:: GIVEN RECORDS
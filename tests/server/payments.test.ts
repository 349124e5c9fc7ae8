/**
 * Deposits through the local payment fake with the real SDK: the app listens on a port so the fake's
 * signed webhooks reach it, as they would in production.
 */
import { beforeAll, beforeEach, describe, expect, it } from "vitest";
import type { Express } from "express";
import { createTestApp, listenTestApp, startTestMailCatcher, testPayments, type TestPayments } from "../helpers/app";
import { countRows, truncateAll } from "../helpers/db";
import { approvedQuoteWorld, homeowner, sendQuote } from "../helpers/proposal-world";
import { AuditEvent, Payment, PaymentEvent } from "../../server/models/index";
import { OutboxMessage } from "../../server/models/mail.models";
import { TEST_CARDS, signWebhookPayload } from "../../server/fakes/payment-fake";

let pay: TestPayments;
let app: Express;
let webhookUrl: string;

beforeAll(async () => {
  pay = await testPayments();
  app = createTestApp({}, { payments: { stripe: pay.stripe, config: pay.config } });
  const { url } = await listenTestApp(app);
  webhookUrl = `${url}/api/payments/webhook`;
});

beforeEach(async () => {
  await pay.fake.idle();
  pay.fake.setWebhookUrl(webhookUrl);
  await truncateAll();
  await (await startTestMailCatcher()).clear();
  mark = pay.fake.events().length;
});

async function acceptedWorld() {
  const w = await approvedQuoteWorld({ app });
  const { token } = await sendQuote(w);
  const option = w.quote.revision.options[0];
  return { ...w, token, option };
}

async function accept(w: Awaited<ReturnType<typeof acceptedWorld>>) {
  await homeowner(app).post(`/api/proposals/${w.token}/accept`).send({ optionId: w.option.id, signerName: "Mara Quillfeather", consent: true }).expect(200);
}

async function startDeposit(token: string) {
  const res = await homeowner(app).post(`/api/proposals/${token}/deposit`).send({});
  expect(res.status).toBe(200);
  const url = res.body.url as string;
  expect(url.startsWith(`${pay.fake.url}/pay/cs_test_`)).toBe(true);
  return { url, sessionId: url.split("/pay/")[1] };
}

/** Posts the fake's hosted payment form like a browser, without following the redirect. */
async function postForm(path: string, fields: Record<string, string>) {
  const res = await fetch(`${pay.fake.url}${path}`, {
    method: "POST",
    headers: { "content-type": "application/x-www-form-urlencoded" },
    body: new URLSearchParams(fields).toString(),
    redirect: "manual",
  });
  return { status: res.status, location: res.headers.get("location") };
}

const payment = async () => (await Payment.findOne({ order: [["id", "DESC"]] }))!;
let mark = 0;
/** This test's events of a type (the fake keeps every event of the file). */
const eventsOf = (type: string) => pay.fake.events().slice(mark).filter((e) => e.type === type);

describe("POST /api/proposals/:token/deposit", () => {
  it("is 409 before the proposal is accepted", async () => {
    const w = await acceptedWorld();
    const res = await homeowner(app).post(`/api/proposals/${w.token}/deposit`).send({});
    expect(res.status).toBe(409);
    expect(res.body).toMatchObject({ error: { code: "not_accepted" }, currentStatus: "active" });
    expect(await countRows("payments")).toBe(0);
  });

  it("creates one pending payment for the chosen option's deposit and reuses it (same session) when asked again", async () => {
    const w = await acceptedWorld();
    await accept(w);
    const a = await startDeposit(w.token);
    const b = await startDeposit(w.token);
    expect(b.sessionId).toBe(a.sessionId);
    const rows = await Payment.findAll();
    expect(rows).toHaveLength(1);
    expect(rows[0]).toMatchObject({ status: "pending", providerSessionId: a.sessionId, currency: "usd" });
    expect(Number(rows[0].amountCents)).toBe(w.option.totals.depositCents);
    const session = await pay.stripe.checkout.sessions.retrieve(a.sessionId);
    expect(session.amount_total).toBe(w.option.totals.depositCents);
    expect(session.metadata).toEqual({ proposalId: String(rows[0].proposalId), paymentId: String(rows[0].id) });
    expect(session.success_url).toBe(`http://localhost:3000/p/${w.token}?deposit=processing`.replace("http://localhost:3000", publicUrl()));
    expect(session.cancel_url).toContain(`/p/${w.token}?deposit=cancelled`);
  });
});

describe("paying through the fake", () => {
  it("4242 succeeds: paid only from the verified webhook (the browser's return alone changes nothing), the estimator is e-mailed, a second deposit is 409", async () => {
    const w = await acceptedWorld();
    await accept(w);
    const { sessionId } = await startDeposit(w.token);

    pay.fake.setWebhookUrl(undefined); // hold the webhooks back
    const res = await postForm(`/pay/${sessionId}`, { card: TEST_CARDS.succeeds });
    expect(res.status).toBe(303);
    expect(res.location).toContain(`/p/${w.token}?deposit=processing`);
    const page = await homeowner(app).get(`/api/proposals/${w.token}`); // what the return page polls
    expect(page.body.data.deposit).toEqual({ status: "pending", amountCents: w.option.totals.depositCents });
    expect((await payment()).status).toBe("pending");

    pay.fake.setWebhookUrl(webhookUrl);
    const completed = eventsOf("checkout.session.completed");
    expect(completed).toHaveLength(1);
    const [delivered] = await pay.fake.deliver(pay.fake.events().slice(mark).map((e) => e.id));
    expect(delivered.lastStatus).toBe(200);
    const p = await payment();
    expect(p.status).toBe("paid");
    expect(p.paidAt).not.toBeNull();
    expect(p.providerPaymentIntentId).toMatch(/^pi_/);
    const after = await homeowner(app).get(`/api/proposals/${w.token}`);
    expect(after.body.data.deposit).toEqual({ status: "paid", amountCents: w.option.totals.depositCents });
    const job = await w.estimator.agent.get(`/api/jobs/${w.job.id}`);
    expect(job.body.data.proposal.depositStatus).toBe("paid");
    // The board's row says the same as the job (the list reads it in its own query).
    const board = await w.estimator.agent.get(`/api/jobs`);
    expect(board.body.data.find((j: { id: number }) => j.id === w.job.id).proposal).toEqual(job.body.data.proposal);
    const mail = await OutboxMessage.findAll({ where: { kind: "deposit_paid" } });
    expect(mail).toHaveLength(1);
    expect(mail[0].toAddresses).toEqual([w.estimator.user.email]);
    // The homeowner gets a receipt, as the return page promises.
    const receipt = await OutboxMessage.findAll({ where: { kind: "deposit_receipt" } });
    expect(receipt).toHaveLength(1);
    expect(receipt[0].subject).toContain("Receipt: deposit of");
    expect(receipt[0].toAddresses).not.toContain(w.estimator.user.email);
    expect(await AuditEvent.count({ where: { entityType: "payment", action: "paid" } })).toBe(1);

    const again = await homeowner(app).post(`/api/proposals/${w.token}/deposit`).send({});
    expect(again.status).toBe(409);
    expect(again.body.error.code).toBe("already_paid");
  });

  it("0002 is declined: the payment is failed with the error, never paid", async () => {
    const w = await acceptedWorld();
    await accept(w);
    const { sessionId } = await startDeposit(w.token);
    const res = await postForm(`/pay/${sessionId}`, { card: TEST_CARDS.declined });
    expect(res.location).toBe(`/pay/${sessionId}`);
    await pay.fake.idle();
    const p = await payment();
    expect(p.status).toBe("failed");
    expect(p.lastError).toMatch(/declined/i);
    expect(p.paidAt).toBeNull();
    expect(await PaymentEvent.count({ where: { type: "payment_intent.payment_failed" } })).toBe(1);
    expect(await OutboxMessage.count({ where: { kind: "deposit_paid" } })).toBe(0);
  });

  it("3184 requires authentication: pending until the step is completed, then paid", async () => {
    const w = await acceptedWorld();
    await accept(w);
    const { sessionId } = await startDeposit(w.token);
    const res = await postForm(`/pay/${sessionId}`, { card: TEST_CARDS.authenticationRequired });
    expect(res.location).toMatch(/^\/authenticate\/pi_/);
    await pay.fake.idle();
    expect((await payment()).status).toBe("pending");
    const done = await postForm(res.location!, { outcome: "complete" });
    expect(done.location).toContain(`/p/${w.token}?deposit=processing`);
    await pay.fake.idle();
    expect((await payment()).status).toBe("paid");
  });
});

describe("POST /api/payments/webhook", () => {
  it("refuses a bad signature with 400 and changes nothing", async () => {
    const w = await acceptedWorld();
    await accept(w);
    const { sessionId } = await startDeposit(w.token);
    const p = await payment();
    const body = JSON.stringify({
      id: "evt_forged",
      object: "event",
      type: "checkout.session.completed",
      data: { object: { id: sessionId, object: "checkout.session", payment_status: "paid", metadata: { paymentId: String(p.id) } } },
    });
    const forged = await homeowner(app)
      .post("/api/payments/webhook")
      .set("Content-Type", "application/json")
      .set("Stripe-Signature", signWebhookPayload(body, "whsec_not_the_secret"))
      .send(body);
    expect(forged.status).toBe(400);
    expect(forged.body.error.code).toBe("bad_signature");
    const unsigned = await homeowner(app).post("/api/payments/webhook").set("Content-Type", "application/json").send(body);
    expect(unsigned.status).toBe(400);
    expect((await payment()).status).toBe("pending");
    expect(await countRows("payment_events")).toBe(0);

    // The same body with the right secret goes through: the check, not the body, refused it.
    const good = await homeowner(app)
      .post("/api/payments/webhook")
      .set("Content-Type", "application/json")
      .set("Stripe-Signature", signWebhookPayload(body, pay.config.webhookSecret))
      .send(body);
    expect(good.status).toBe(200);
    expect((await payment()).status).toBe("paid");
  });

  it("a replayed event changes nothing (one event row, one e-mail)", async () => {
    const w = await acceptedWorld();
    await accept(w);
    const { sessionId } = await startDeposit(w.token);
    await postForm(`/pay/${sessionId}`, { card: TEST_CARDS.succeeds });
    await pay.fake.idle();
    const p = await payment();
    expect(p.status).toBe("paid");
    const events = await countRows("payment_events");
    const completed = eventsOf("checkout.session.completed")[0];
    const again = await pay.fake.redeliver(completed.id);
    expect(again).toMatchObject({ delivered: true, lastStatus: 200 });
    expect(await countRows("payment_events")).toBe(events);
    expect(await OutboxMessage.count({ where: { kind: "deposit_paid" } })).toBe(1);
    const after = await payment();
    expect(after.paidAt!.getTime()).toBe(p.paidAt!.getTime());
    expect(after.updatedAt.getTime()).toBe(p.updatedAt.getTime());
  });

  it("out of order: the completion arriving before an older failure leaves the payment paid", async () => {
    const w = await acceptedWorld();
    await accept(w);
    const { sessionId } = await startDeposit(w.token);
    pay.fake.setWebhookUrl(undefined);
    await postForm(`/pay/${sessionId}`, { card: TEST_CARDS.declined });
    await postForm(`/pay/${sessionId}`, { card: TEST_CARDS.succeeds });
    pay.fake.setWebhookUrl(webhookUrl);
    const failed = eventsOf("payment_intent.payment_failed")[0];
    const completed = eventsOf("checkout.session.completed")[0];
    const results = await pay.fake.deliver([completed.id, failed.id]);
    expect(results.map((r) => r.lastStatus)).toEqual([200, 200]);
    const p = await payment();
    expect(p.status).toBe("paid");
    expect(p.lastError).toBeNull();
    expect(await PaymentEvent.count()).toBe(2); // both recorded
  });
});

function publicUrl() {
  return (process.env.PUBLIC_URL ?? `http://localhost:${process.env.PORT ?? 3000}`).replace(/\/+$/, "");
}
::::
:: GIVEN RECORDS
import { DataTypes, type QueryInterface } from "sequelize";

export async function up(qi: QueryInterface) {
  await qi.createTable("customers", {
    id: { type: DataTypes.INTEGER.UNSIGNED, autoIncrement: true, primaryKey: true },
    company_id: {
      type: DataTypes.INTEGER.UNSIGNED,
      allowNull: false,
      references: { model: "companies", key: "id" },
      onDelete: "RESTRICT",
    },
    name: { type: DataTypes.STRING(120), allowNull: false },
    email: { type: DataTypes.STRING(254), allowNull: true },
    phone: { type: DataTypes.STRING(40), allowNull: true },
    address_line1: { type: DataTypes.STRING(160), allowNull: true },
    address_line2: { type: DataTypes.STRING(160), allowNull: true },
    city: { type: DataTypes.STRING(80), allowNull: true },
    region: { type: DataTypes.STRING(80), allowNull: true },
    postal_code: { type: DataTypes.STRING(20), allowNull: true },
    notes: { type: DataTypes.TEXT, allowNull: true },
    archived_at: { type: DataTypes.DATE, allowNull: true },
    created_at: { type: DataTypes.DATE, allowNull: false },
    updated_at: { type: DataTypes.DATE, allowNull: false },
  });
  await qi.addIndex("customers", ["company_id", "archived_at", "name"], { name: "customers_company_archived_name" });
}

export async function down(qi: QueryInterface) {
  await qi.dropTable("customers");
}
::::
__WHAT YOU HAVE TO DO__:
Nothing should appear in the answer except the lines above from the line with "filename tests/server/payments.test.ts" through the line with "the redirect. */", both included, written out exactly.

__SOLUTION TO THIS PROBLEM__:
filename tests/server/payments.test.ts
repository 349124e5c9fc7ae8
/**
 * Deposits through the local payment fake with the real SDK: the app listens on a port so the fake's
 * signed webhooks reach it, as they would in production.
 */
import { beforeAll, beforeEach, describe, expect, it } from "vitest";
import type { Express } from "express";
import { createTestApp, listenTestApp, startTestMailCatcher, testPayments, type TestPayments } from "../helpers/app";
import { countRows, truncateAll } from "../helpers/db";
import { approvedQuoteWorld, homeowner, sendQuote } from "../helpers/proposal-world";
import { AuditEvent, Payment, PaymentEvent } from "../../server/models/index";
import { OutboxMessage } from "../../server/models/mail.models";
import { TEST_CARDS, signWebhookPayload } from "../../server/fakes/payment-fake";

let pay: TestPayments;
let app: Express;
let webhookUrl: string;

beforeAll(async () => {
  pay = await testPayments();
  app = createTestApp({}, { payments: { stripe: pay.stripe, config: pay.config } });
  const { url } = await listenTestApp(app);
  webhookUrl = `${url}/api/payments/webhook`;
});

beforeEach(async () => {
  await pay.fake.idle();
  pay.fake.setWebhookUrl(webhookUrl);
  await truncateAll();
  await (await startTestMailCatcher()).clear();
  mark = pay.fake.events().length;
});

async function acceptedWorld() {
  const w = await approvedQuoteWorld({ app });
  const { token } = await sendQuote(w);
  const option = w.quote.revision.options[0];
  return { ...w, token, option };
}

async function accept(w: Awaited<ReturnType<typeof acceptedWorld>>) {
  await homeowner(app).post(`/api/proposals/${w.token}/accept`).send({ optionId: w.option.id, signerName: "Mara Quillfeather", consent: true }).expect(200);
}

async function startDeposit(token: string) {
  const res = await homeowner(app).post(`/api/proposals/${token}/deposit`).send({});
  expect(res.status).toBe(200);
  const url = res.body.url as string;
  expect(url.startsWith(`${pay.fake.url}/pay/cs_test_`)).toBe(true);
  return { url, sessionId: url.split("/pay/")[1] };
}

/** Posts the fake's hosted payment form like a browser, without following the redirect. */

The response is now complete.